REQUIREMENT: In the listing below, locate the line that contains "from benchfit.capture import Capture, read" and the line that contains "value by which". Restate word for word those two lines and every line between them, and nothing else.

[Start of section]

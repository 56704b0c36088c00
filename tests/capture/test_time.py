"""The time axis: rounded, doubled, missing, damaged, irregular and stacked stamps; never an invented one."""

from __future__ import annotations

from collections.abc import Callable, Sequence
from pathlib import Path

import numpy as np
import pytest
from hypothesis import given
from hypothesis import strategies as st

from benchfit.capture import Capture, read
from benchfit.capture.spacing import even, settle
from benchfit.errors import CaptureError

Write = Callable[..., Path]


def refusal(says: str) -> CaptureError:
    return CaptureError(says)


def ramp(k: np.ndarray | int) -> np.ndarray:
    """A value by which every row can be told from its neighbours."""
    return np.round(1.0 + 0.01 * np.mod(7 * np.asarray(k), 97), 4)


def rows(
    stamps: Sequence[str | float], values: Sequence[float] | None = None, header: str = "Time (s),CH1 (V)\n"
) -> str:
    given = ramp(np.arange(len(stamps))) if values is None else values
    return header + "".join(f"{t},{v}\n" for t, v in zip(stamps, given, strict=True))


def codes(capture: Capture) -> set[str]:
    return {remark.code for remark in capture.warnings}


# -- rounded stamps ------------------------------------------------------------------------------------------


@pytest.mark.parametrize(
    ("true", "form", "count"),
    [
        (1.6e-6, "{:.6f}", 3000),  # steps of 1 and 2 us for a true 1.6 us: the median is 25 % off
        (5.12e-6, "{:.6f}", 3000),  # steps of 5 and 6 us for a true 5.12 us
        (1e-7, "{:.6f}", 5000),  # ten rows share one stamp: the median is 0
        (3.2e-7, "{:.5e}", 5000),  # significant digits: coarser to the end
        (1e-4, "{:.4f}", 500),  # not rounded at all
    ],
)
def test_rounded_stamps_give_the_true_interval(true: float, form: str, count: int, write: Write) -> None:
    stamps = [form.format(-0.5e-3 + k * true) for k in range(count)]
    capture = read(write(rows(stamps)))
    assert capture.samples == count
    assert capture.interval == pytest.approx(true, rel=2e-3)
    np.testing.assert_array_equal(capture.channels[0].values, ramp(np.arange(count)))
    steps = np.diff(np.array(stamps, dtype=float))
    assert ("rounded-time" in codes(capture)) == (abs(np.median(steps) / true - 1) > 0.02)


@pytest.mark.parametrize("offset", [0.0, 5.0, 34.0])
def test_stamps_reckoned_in_single_precision(offset: float, write: Write) -> None:
    """At 34 s single precision has steps of 3.8 us: a tenth of a step of time and more."""
    stamps = (offset + 1e-5 * np.arange(2000)).astype(np.float32)
    capture = read(write(rows([f"{t:.9f}" for t in stamps])))
    assert capture.samples == 2000
    assert capture.interval == pytest.approx(1e-5, rel=1e-3)
    np.testing.assert_array_equal(capture.channels[0].values, ramp(np.arange(2000)))


def test_one_missing_row_is_seen_at_any_distance_from_the_trigger(write: Write) -> None:
    keep = [k for k in range(1000) if k != 500]
    capture = read(write(rows([f"{20 + k * 1e-6:.9f}" for k in keep], list(ramp(np.array(keep))))))
    assert capture.samples == 1000
    assert np.flatnonzero(np.isnan(capture.channels[0].values)).tolist() == [500]


@pytest.mark.parametrize("line", ["Frequency: 450 Hz", "Period: 2.22ms", "Resolution: 8 bits", "Time Base: 500us", "Step,4"])
def test_settings_of_the_signal_are_no_interval(line: str, write: Write) -> None:
    with pytest.raises(CaptureError, match="--interval"):
        read(write(f"Model: B4\n{line}\nSource: CH1\n" + "".join(f"{ramp(k)}\n" for k in range(200))))


def test_a_ramp_beside_a_stated_interval_is_a_channel(write: Write) -> None:
    text = "Model: B4\nSampling rate: 10 kHz\n\n" + "".join(f"{0.5 + 0.01 * k:.4f},{ramp(k)}\n" for k in range(200))
    capture = read(write(text))
    assert capture.interval == pytest.approx(1e-4)
    assert len(capture.channels) == 2


def test_two_rows_on_one_rounded_stamp_are_two_samples(write: Write) -> None:
    """Pairs by rounding alone are no envelope: their values have no order."""
    capture = read(write(rows([f"{k * 0.5e-6 + 1e-9:.6f}" for k in range(1000)])))
    assert capture.samples == 1000
    assert capture.interval == pytest.approx(0.5e-6, rel=2e-3)
    assert "envelope" not in codes(capture)


def test_the_stated_interval_wins_where_the_stamps_agree(write: Write) -> None:
    head = "Record Length,3000\nSample Interval,1.6e-06\nHorizontal Units,s\nTIME,CH1\n"
    capture = read(write(rows([f"{k * 1.6e-6:.6f}" for k in range(3000)], header=head)))
    assert capture.interval == 1.6e-6
    assert "Sample Interval" in capture.notes["interval"]
    assert "interval-differs" not in codes(capture)


def test_the_stamps_win_where_the_stated_interval_differs_and_it_is_said(write: Write) -> None:
    head = "Record Length,300\nSample Interval,5e-07\nHorizontal Units,s\nTIME,CH1\n"
    capture = read(write(rows([f"{k * 1e-6:.7f}" for k in range(300)], header=head)))
    assert capture.interval == pytest.approx(1e-6)
    assert "interval-differs" in codes(capture)


def test_the_users_interval_wins_over_everything(write: Write) -> None:
    path = write(rows([f"{k * 1e-6:.7f}" for k in range(300)]))
    capture = read(path, interval=2.5e-6)
    assert capture.interval == 2.5e-6
    assert "interval-given" in codes(capture)
    assert capture.notes["interval"].endswith("--interval")


@pytest.mark.parametrize("bad", [0.0, -1e-6, float("nan"), float("inf")])
def test_no_interval_that_is_no_time(bad: float, write: Write) -> None:
    with pytest.raises(CaptureError, match="positive"):
        read(write(rows([f"{k * 1e-6:.7f}" for k in range(300)])), interval=bad)


# -- envelopes -----------------------------------------------------------------------------------------------


def test_an_envelope_gives_mid_points_extremes_and_the_converters_step(write: Write) -> None:
    rng = np.random.default_rng(4)
    low = np.round(2 + np.sin(np.arange(300) / 20), 1)
    high = low + 0.2 * rng.integers(1, 4, 300)
    stamps = [f"{-1e-3 + (k // 2) * 1e-6:.6e}" for k in range(600)]
    capture = read(write(rows(stamps, np.round(np.column_stack([low, high]).ravel(), 1))))
    assert capture.samples == 300
    assert capture.interval == pytest.approx(1e-6)
    channel = capture.channels[0]
    np.testing.assert_allclose(channel.values, (low + high) / 2)
    assert (channel.minimum, channel.maximum) == pytest.approx((low.min(), high.max()))
    assert channel.resolution == pytest.approx(0.1)
    assert "envelope" in codes(capture)


@pytest.mark.parametrize("dropped", ["first", "last"])
def test_half_a_pair_at_an_end_is_left_out(dropped: str, write: Write) -> None:
    stamps = [f"{(k // 2) * 1e-6:.6e}" for k in range(200)]
    values = [1.0 + (k % 2) for k in range(200)]
    part = slice(1, None) if dropped == "first" else slice(None, -1)
    capture = read(write(rows(stamps[part], values[part])))
    assert capture.samples == 99
    np.testing.assert_array_equal(capture.channels[0].values, 1.5)


# -- frames --------------------------------------------------------------------------------------------------


def frames(lengths: Sequence[int], between: str = "") -> str:
    parts = []
    for number, length in enumerate(lengths):
        parts.append("".join(f"{k * 1e-3:.6f},{number + ramp(k):.4f}\n" for k in range(length)))
    return "Time (s),CH1 (V)\n" + between.join(parts)


@pytest.mark.parametrize("frame", [1, 2, 5])
def test_frames_are_read_one_by_one(frame: int, write: Write) -> None:
    lengths = [63, 130, 130, 130, 130]
    capture = read(write(frames(lengths)), frame=frame)
    count = lengths[frame - 1]
    np.testing.assert_allclose(capture.channels[0].values, frame - 1 + ramp(np.arange(count)))
    assert capture.interval == pytest.approx(1e-3)
    assert "frames" in codes(capture)


def test_the_first_frame_is_the_default(write: Write) -> None:
    path = write(frames([63, 130, 130]))
    np.testing.assert_array_equal(read(path).channels[0].values, read(path, frame=1).channels[0].values)


def test_a_frame_that_is_not_there(write: Write) -> None:
    with pytest.raises(CaptureError, match="3 frames, there is no frame 4"):
        read(write(frames([63, 130, 130])), frame=4)
    with pytest.raises(CaptureError, match="no frame 2"):
        read(write(rows([f"{k * 1e-6:.7f}" for k in range(300)])), frame=2)


@pytest.mark.parametrize(
    "between", ["Step Information: R=10k (Run: 2/3)\n", "Time (s),CH1 (V)\n", "\n\nrun\n"]
)
def test_runs_parted_by_text_are_refused_and_offered_one_by_one(between: str, write: Write) -> None:
    path = write(frames([100, 100, 100], between))
    with pytest.raises(CaptureError, match=r"3 runs.*--frame 1"):
        read(path)
    np.testing.assert_allclose(read(path, frame=2).channels[0].values, 1 + ramp(np.arange(100)))


def test_segments_far_apart_are_frames(write: Write) -> None:
    stamps = [f"{segment * 100.0 + k * 1e-3:.6f}" for segment in range(3) for k in range(200)]
    capture = read(write(rows(stamps)), frame=2)
    assert capture.samples == 200
    assert capture.start == pytest.approx(100.0)
    assert "frames" in codes(capture)


# -- gaps and damage -----------------------------------------------------------------------------------------


def test_missing_rows_leave_samples_without_a_value(write: Write) -> None:
    keep = [k for k in range(500) if not 100 <= k < 120 and k != 300]
    capture = read(write(rows([f"{k * 1e-5:.6f}" for k in keep], list(ramp(np.array(keep))))))
    assert capture.samples == 500
    assert capture.interval == pytest.approx(1e-5)
    values = capture.channels[0].values
    assert np.isnan(values).sum() == 21
    np.testing.assert_array_equal(values[keep], ramp(np.array(keep)))
    assert {"gaps", "empty-cells"} <= codes(capture)


@given(
    st.lists(st.integers(2, 197), min_size=1, max_size=3, unique=True), st.sampled_from([1e6, -50.0, 0.77])
)
def test_a_few_spoilt_stamps_are_put_in_line(places: list[int], wrong: float) -> None:
    stamps = np.arange(200) * 1e-3
    if np.any(np.diff(sorted(places)) < 3):
        return
    stamps[places] = wrong
    spacing = settle(stamps, 1e-9, refusal)
    assert spacing.interval == pytest.approx(1e-3)
    assert spacing.start == 0.0
    assert spacing.steps == ()
    assert [remark.code for remark in spacing.remarks] == ["damaged"]


@pytest.mark.parametrize("wrong", ["-9.00000", "900.00000", "0.00777"])
def test_a_spoilt_stamp_begins_no_frame(wrong: str, write: Write) -> None:
    stamps = [f"{k * 1e-3:.5f}" for k in range(300)]
    stamps[150] = wrong
    capture = read(write(rows(stamps)))
    assert capture.samples == 300
    assert capture.interval == pytest.approx(1e-3)
    np.testing.assert_array_equal(capture.channels[0].values, ramp(np.arange(300)))
    assert codes(capture) == {"damaged"}


@given(
    st.integers(20, 400), st.floats(-1e3, 1e3), st.integers(-9, 0), st.integers(0, 6),
)  # fmt: skip
def test_even_stamps_rounded_to_any_digit_give_their_interval(
    count: int, start: float, power: int, digits: int
) -> None:
    """(last - first)/(n - 1) is off by at most one printed digit over n - 1."""
    interval = 1.7 * 10.0**power
    quantum = interval * 10.0 ** (1 - digits)
    stamps = np.round((start * interval + interval * np.arange(count)) / quantum) * quantum
    spacing = even(stamps, quantum)
    if spacing is None:
        assert stamps[-1] <= stamps[0]
        return
    assert spacing.interval == pytest.approx(interval, abs=1.01 * quantum / (count - 1), rel=1e-6)


def test_jitter_of_a_logger_is_straightened(write: Write) -> None:
    rng = np.random.default_rng(8)
    true = np.arange(800) * 1e-3
    stamps = true + 0.3e-3 * rng.uniform(-1, 1, 800)
    stamps[[0, -1]] = true[[0, -1]]
    path = write(rows([f"{t:.9f}" for t in stamps], list(np.sin(2 * np.pi * stamps / 0.1))))
    capture = read(path)
    assert "uneven-time" in codes(capture)
    assert capture.samples == 800
    np.testing.assert_allclose(capture.channels[0].values, np.sin(2 * np.pi * capture.time / 0.1), atol=1e-3)


def test_steps_that_a_simulator_chose_are_brought_onto_an_even_axis(write: Write) -> None:
    stamps = np.cumsum(
        np.concatenate([np.full(200, 1e-6), np.full(100, 2e-5), np.full(200, 1e-6), np.full(100, 3e-5)])
    )
    capture = read(
        write(
            rows([f"{t:.12e}" for t in stamps], list(1 - np.exp(-stamps / 1e-3)), "time\tV(c)\n").replace(
                ",", "\t"
            )
        )
    )
    np.testing.assert_allclose(capture.channels[0].values, 1 - np.exp(-capture.time / 1e-3), atol=2e-4)
    assert "uneven-time" in codes(capture)


def test_a_log_of_changes_is_held_between_its_rows(write: Write) -> None:
    high, low = 3.1e-3, 1.7e-3
    stamps, state = [34.0], [0]
    for _ in range(60):
        stamps.append(stamps[-1] + (high if state[-1] else low))
        state.append(1 - state[-1])
    text = "Time [s],Channel 0,Channel 1\n" + "".join(
        f"{t:.9f},{s},0\n" for t, s in zip(stamps, state, strict=True)
    )
    capture = read(write(text))
    assert "changes" in codes(capture)
    assert capture.start == pytest.approx(34.0)
    values = capture["Channel 0"].values
    assert set(np.unique(values)) == {0.0, 1.0}
    assert values.mean() == pytest.approx(high / (high + low), abs=0.01)
    rises = np.flatnonzero(np.diff(values) > 0)
    assert np.diff(rises) * capture.interval == pytest.approx(high + low, abs=1.01 * capture.interval)


def test_increments_that_are_not_named_so_are_not_guessed(write: Write) -> None:
    steps = [244, 160, 152, 164, 156] * 40
    path = write("# t(microsec), uc\n" + "".join(f"{s},{1000 - k}\n" for k, s in enumerate(steps)))
    with pytest.raises(CaptureError, match="--columns increment=0"):
        read(path)
    capture = read(path, columns={"increment": 0, "uc": 1})
    assert capture.time[-1] == pytest.approx(sum(steps) * 1e-6, rel=1e-2)
    # Told the interval, the reader needs neither.
    capture = read(path, interval=175.2e-6)
    assert capture.samples == len(steps)
    assert [channel.name for channel in capture.channels] == ["uc"]
    assert "interval-given" in codes(capture)


# -- no time at all ------------------------------------------------------------------------------------------


@pytest.mark.parametrize(
    "text",
    [
        "".join(
            f"{4.47 + 0.001 * (k % 5):.4f};{2 + 0.001 * k + 0.0003 * (k % 3):.4f}\n" for k in range(200)
        ),  # a slow ramp
        "Parameter,Value\n"
        + "".join(f"{20 * k},{ramp(k)}\n" for k in range(200)),  # whole numbers without a unit
        "Time,Value\n" + "".join(f"{k},{ramp(k)}\n" for k in range(200)),  # a row number called time
        "".join(f"{k},{ramp(k)}\n" for k in range(1, 200)),  # a row number
        "Sample,CH1(V)\n" + "".join(f"{k},{ramp(k)}\n" for k in range(200)),
        "".join(f"{ramp(k)}\n" for k in range(200)),
        "CH1 (V)\n" + "".join(f"{ramp(k)}\n" for k in range(200)),
        "clock,CH1 (V)\n" + "".join(f"14:07:{k % 60:02d},{ramp(k)}\n" for k in range(200)),
    ],
    ids=[
        "ramp",
        "whole numbers",
        "row number called time",
        "row number",
        "samples",
        "one column",
        "one named column",
        "clock",
    ],
)
def test_time_is_asked_for_and_never_invented(text: str, write: Write) -> None:
    path = write(text)
    with pytest.raises(CaptureError, match="--interval"):
        read(path)
    capture = read(path, interval=1e-3)
    assert capture.interval == 1e-3
    assert capture.samples in (199, 200)
    np.testing.assert_allclose(capture.channels[-1].values.size, capture.samples)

[End of section]

TASK OUTPUT:
from benchfit.capture import Capture, read
from benchfit.capture.spacing import even, settle
from benchfit.errors import CaptureError

Write = Callable[..., Path]


def refusal(says: str) -> CaptureError:
    return CaptureError(says)


def ramp(k: np.ndarray | int) -> np.ndarray:
    """A value by which every row can be told from its neighbours."""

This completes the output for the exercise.